**GIVEN DATA**:
= = = =
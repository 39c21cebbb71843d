import { app, Menu, type MenuItemConstructorOptions } from 'electron';

/** What the menu does beyond the roles that the system knows. */
export interface MenuActions {
  /** A command of the page, by the page's name for it. */
  command(name: string): void;
  newWindow(): void;
}

/**
 * The menu. Keys are the page's own (a person can change them) and are only shown here where they
 * cannot differ; roles are the system's.
 */
export function menuTemplate(actions: MenuActions, mac: boolean): MenuItemConstructorOptions[] {
  const command = (label: string, name: string): MenuItemConstructorOptions => ({
    label,
    click: () => actions.command(name),
  });
  const line: MenuItemConstructorOptions = { type: 'separator' };
  const about = command(`About ${app.getName()}`, 'about');
  const own: MenuItemConstructorOptions = {
    label: app.getName(),
    submenu: [
      about,
      line,
      { role: 'services' },
      line,
      { role: 'hide' },
      { role: 'hideOthers' },
      { role: 'unhide' },
      line,
      { role: 'quit' },
    ],
  };
  const file: MenuItemConstructorOptions = {
    label: 'File',
    submenu: [
      { label: 'New window', accelerator: 'CmdOrCtrl+Shift+N', click: () => actions.newWindow() },
      command('New or open …', 'file'),
      ...(mac
        ? [
            {
              role: 'recentDocuments',
              submenu: [{ role: 'clearRecentDocuments' }],
            } as MenuItemConstructorOptions,
          ]
        : []),
      line,
      command('Save as …', 'save as'),
      command('Save a copy', 'save copy'),
      command('Back to how it was at opening', 'revert'),
      line,
      command('Hand over …', 'hand over'),
      line,
      mac ? { role: 'close' } : { role: 'quit' },
    ],
  };
  const edit: MenuItemConstructorOptions = {
    label: 'Edit',
    submenu: [
      command('Undo', 'undo'),
      command('Redo', 'redo'),
      line,
      { role: 'cut' },
      { role: 'copy' },
      { role: 'paste' },
      command('Select all', 'select all'),
      line,
      command('Find a command …', 'find'),
    ],
  };
  const view: MenuItemConstructorOptions = {
    label: 'View',
    submenu: [
      { role: 'resetZoom' },
      { role: 'zoomIn' },
      { role: 'zoomOut' },
      line,
      { role: 'togglefullscreen' },
    ],
  };
  const help: MenuItemConstructorOptions = {
    role: 'help',
    submenu: [command('Keys', 'keys'), ...(mac ? [] : [about])],
  };
  return [...(mac ? [own] : []), file, edit, view, { role: 'windowMenu' }, help];
}

export function setMenu(actions: MenuActions): void {
  Menu.setApplicationMenu(Menu.buildFromTemplate(menuTemplate(actions, process.platform === 'darwin')));
}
= = = =
**TASK STATEMENT**:
Only the lines above that hold "void" are wanted. Show every one of them.

**RESPONSE**:
  command(name: string): void;
  newWindow(): void;
export function setMenu(actions: MenuActions): void {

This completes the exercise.